Allora grazie Giancarlo per il tuo momento di follia!




Richard

lunedì 18 novembre 2013

CINQUE GIORNI SPECIALI A RIGA (1° PUNTATA)

Tutto nasce prima che Richard salga sul bus del rientro a Volmerange: “ allora ci vediamo a Riga? “ risposta di Richard:” si io ci vado nel mese di agosto!!”
Iniziano dei contatti per mail; intanto provo a  verificare la disponibilità dei voli: Bergamo – Riga con Ryanair; partenza la domenica e rientro il venerdì! Spesa x 2 … solo pochi euro!! Si può fare!!!! Questa bellissima città è la capitale della Lettonia, una delle 3 repubbliche  adagiate sul Mar Baltico ricche di storia e …. di belle persone!!!

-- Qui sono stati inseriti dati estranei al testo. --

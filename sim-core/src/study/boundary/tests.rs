//! The mode map's grid and the traced boundary's outcome count.

use super::*;

fn across() -> Vary {
    let s = crate::scenario::template();
    Vary::parse("supply.voltage_v=10:14:3", &s).unwrap()
}

#[test]
fn the_mode_map_spans_the_bracket_times_the_traced_values() {
    let g = mode_map_grid("inductor.inductance_h", 1e-5, 4e-5, 4, &across()).unwrap();
    assert_eq!(g.shape(), [4, 3]);
    let a = &g.axes[0];
    assert_eq!(a.path, "inductor.inductance_h");
    // Evenly spaced, ends included: 10, 20, 30, 40 µH.
    for (v, want) in a.values.iter().zip([1e-5, 2e-5, 3e-5, 4e-5]) {
        assert!((v - want).abs() < 1e-18, "{v}");
    }
    assert_eq!(a.resolved, "inductor.inductance_h=1e-5:4e-5:4");
    assert_eq!(g.axes[1], across());
    // Fewer than two points still gives both ends.
    let g = mode_map_grid("inductor.inductance_h", 1e-5, 4e-5, 0, &across()).unwrap();
    assert_eq!(g.axes[0].values.len(), 2);
    let max = crate::study::vary::MAX_POINTS_PER_AXIS;
    match mode_map_grid("inductor.inductance_h", 1e-5, 4e-5, max + 1, &across()) {
        Err(StudyError::MapTooLarge { points, max: m }) => assert_eq!((points, m), (max + 1, max)),
        r => panic!("{r:?}"),
    }
}

#[test]
fn a_traced_boundary_counts_failures_and_time_outs() {
    let curve = vec![
        (10.0, Err(StudyError::TimeLimit("stopped".into()))),
        (
            12.0,
            Err(StudyError::Boundary {
                path: "x".into(),
                reason: "no crossing".into(),
            }),
        ),
    ];
    assert_eq!(
        CurveCount::of(&curve),
        CurveCount {
            values: 2,
            failed: 2,
            out_of_time: 1
        }
    );
    let v = curve_value("inductor.inductance_h", "supply.voltage_v", &curve);
    assert_eq!(v["points"][1]["across_value"], 12.0);
    assert!(v["points"][1]["error"]
        .as_str()
        .unwrap()
        .contains("no crossing"));
    assert_eq!(v["across"], "supply.voltage_v");
}
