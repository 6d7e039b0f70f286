package org.slackwater.query;

import java.time.LocalDate;
import java.util.ArrayList;
import java.util.HashMap;
import java.util.LinkedHashMap;
import java.util.List;
import java.util.Locale;
import java.util.Map;
import java.util.Optional;
import java.util.OptionalInt;
import org.antlr.v4.runtime.ParserRuleContext;
import org.antlr.v4.runtime.Token;
import org.slackwater.query.ast.AreaSeries;
import org.slackwater.query.ast.AstPositions;
import org.slackwater.query.ast.ComparisonMap;
import org.slackwater.query.ast.Correlation;
import org.slackwater.query.ast.CorrelationMap;
import org.slackwater.query.ast.CorrelationMethod;
import org.slackwater.query.ast.DerivedVariable;
import org.slackwater.query.ast.Deseasonalized;
import org.slackwater.query.ast.DifferenceMap;
import org.slackwater.query.ast.DriverRanking;
import org.slackwater.query.ast.Duration;
import org.slackwater.query.ast.EventWindow;
import org.slackwater.query.ast.LagRange;
import org.slackwater.query.ast.SeriesTerm;
import org.slackwater.query.ast.Severity;
import org.slackwater.query.ast.StatisticMap;
import org.slackwater.query.ast.Watch;
import org.slackwater.query.ast.WatchRule;
import org.slackwater.query.ast.BoxRegion;
import org.slackwater.query.ast.CircleRegion;
import org.slackwater.query.ast.ClippedRegion;
import org.slackwater.query.ast.Comparison;
import org.slackwater.query.ast.ComparisonKind;
import org.slackwater.query.ast.Coordinate;
import org.slackwater.query.ast.Coverage;
import org.slackwater.query.ast.GapAllowance;
import org.slackwater.query.ast.CellExport;
import org.slackwater.query.ast.DescribeVariable;
import org.slackwater.query.ast.Expression;
import org.slackwater.query.ast.Identifier;
import org.slackwater.query.ast.ListRegions;
import org.slackwater.query.ast.ListVariables;
import org.slackwater.query.ast.NamedRegion;
import org.slackwater.query.ast.Node;
import org.slackwater.query.ast.PartialDate;
import org.slackwater.query.ast.Period;
import org.slackwater.query.ast.Position;
import org.slackwater.query.ast.Quantity;
import org.slackwater.query.ast.RegionRef;
import org.slackwater.query.ast.Script;
import org.slackwater.query.ast.Statement;
import org.slackwater.query.ast.Statistic;
import org.slackwater.query.ast.StatisticKind;
import org.slackwater.query.ast.Step;
import org.slackwater.query.ast.StepKind;
import org.slackwater.query.ast.UnitRef;
import org.slackwater.query.ast.WktRegion;
import org.slackwater.query.parser.SlackwaterBaseVisitor;
import org.slackwater.query.parser.SlackwaterParser;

Sento Richard, è entusiasta di volerci far conoscere queste bellezze!! Ci consiglia degli ottimi hotel per il pernottamento!!
Ma come fa Richard ad amare e conoscere così bene questa città e questa nazione? Lasciamo a lui la spiegazione!!
Il 25 agosto si parte, dopo un volo di circa 2 ore si arriva a destinazione; Richard ci accoglie all’aeroporto. E’ una bellissima giornata di sole, anche calda, una graditissima sorpresa!!
Dopo pochi minuti siamo in centro. Lungo il percorso notiamo subito alcune caratteristiche peculiari di questa città: strade ampie, automobilisti rispettosi delle regole stradali, il fiume Daugava, molto ampio, che divide la città, nuovi palazzi con ampi spazi verdi, tutto ordinato e …. pulito!!
In centro troviamo l’albergo e subito ci raggiunge Francine, la compagna di Richard, sempre solare e simpatica!! Sono già le 3 del pomeriggio… che fame!!! Subito facciamo uno spuntino in un locale caratteristico del centro storico di Riga. In questo self service  il menù non lascia scampo!! Ci sono tutte le principali specialità del posto!! Ricordando i casoncelli, ci orientiamo subito su degli ottimi ravioli misti ( ci sono quelli con ripieno di manzo, di pollo, di pecora  ed anche vegetariani).Se ci andate non mancate di assaggiarli si chiamano: PELMENI: Si mangiano conditi da salse varie, alcune piccanti e altre acide o dolciastre!!!
Dopo pranzo un giro generale. Siamo incantati e, guidati da Richard, giriamo col naso all’insù perché ogni angolo riserva piccoli gioielli da scoprire, accompagnati sempre dalle note musicali (di tutti i generi) che risuonano in ogni piazzetta dell’Old Riga per la presenza di numerosi musicisti di strada o gruppi sui piccoli palcoscenici di locali tipici, dove gustiamo un’ ottima birra. E che dire dei parchi? Appena fuori dal nucleo storico ci troviamo immersi in grandi giardini pubblici molto curati, pieni di bambini e passanti, che fanno da cuscino tra il nucleo storico più antico e i quartieri più moderni, che racchiudono altrettanti gioielli architettonici che scopriremo i giorni successivi.

continua...






CINQ JOURNEES EXTRAORDINAIRES A RIGA (1er épisode)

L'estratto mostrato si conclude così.